Saved data entries:
☆ ☆ ☆ ☆ ☆ ☆ ☆

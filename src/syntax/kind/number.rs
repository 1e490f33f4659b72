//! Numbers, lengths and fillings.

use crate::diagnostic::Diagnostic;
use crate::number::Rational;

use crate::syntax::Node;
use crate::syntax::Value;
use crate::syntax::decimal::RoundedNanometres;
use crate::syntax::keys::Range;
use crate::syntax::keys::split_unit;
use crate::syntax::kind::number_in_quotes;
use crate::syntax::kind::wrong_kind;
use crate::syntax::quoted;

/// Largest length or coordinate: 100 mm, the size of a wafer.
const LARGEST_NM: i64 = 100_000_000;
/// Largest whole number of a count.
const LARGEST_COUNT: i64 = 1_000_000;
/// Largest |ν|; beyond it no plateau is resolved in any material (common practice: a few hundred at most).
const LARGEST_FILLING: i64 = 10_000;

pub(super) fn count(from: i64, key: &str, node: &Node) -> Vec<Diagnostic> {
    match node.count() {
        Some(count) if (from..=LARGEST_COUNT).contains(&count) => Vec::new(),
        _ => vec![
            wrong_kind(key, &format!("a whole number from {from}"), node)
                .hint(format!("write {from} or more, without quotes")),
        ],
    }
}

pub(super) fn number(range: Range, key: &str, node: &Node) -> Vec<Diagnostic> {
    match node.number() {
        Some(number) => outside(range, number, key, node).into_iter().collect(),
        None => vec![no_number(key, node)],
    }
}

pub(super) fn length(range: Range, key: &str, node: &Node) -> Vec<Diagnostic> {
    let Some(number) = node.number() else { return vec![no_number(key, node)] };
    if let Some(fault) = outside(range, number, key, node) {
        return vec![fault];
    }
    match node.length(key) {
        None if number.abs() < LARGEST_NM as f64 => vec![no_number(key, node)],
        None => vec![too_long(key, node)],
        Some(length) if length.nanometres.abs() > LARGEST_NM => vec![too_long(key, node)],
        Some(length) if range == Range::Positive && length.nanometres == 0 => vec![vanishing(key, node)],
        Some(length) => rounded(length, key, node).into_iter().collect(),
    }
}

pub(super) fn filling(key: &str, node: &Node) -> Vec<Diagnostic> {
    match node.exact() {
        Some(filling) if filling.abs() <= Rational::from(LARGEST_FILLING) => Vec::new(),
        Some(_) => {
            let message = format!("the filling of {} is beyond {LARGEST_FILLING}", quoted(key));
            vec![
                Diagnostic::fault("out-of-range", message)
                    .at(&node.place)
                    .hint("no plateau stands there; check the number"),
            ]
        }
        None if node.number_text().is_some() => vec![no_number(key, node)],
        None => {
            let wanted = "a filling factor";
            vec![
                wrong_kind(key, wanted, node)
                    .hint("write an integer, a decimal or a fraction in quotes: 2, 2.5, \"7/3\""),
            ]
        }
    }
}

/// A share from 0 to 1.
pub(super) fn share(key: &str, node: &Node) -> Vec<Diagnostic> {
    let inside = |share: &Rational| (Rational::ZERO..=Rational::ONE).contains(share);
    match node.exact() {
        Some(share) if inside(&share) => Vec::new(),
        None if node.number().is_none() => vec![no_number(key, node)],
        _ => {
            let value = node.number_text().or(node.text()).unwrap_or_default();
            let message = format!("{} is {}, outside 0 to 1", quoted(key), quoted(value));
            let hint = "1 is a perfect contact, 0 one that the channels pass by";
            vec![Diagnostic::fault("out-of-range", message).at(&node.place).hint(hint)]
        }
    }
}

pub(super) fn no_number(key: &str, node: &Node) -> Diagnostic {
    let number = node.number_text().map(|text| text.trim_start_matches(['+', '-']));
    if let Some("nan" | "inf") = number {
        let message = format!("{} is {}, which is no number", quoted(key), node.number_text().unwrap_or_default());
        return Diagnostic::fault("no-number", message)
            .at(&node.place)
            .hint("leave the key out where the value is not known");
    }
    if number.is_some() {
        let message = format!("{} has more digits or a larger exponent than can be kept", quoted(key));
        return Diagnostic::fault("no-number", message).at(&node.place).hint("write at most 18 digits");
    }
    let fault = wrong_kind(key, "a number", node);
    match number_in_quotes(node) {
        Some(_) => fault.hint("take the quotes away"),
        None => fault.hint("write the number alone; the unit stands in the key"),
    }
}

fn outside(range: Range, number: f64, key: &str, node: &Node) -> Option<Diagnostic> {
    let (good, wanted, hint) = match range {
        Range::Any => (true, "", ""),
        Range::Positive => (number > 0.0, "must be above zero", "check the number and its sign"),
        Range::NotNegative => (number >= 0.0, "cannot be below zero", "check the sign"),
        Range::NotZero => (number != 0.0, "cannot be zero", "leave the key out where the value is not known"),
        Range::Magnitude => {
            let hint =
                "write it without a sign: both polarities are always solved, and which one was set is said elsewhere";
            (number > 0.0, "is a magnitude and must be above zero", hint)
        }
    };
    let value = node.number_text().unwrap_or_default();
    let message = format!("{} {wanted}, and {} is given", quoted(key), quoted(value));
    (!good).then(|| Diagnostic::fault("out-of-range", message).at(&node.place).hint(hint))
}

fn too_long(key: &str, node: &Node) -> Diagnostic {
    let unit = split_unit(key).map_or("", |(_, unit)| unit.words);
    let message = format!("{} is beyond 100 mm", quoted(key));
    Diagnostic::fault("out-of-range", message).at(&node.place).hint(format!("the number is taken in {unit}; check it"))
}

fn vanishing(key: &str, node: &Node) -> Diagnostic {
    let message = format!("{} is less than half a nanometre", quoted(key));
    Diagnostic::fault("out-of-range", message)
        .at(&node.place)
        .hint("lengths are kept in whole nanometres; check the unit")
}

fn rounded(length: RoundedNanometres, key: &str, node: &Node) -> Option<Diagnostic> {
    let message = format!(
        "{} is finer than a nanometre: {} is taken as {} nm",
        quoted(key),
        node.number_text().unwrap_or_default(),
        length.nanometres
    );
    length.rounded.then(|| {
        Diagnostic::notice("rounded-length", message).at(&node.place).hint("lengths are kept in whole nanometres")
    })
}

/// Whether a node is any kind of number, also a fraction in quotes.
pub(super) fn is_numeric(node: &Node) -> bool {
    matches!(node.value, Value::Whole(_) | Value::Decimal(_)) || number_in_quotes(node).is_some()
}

☆ ☆ ☆ ☆ ☆ ☆ ☆

TASK DETAILS → Find how many lines contain "contains" in the data. Write that number and nothing else.

SOLUTION FOR THIS EXERCISE → 2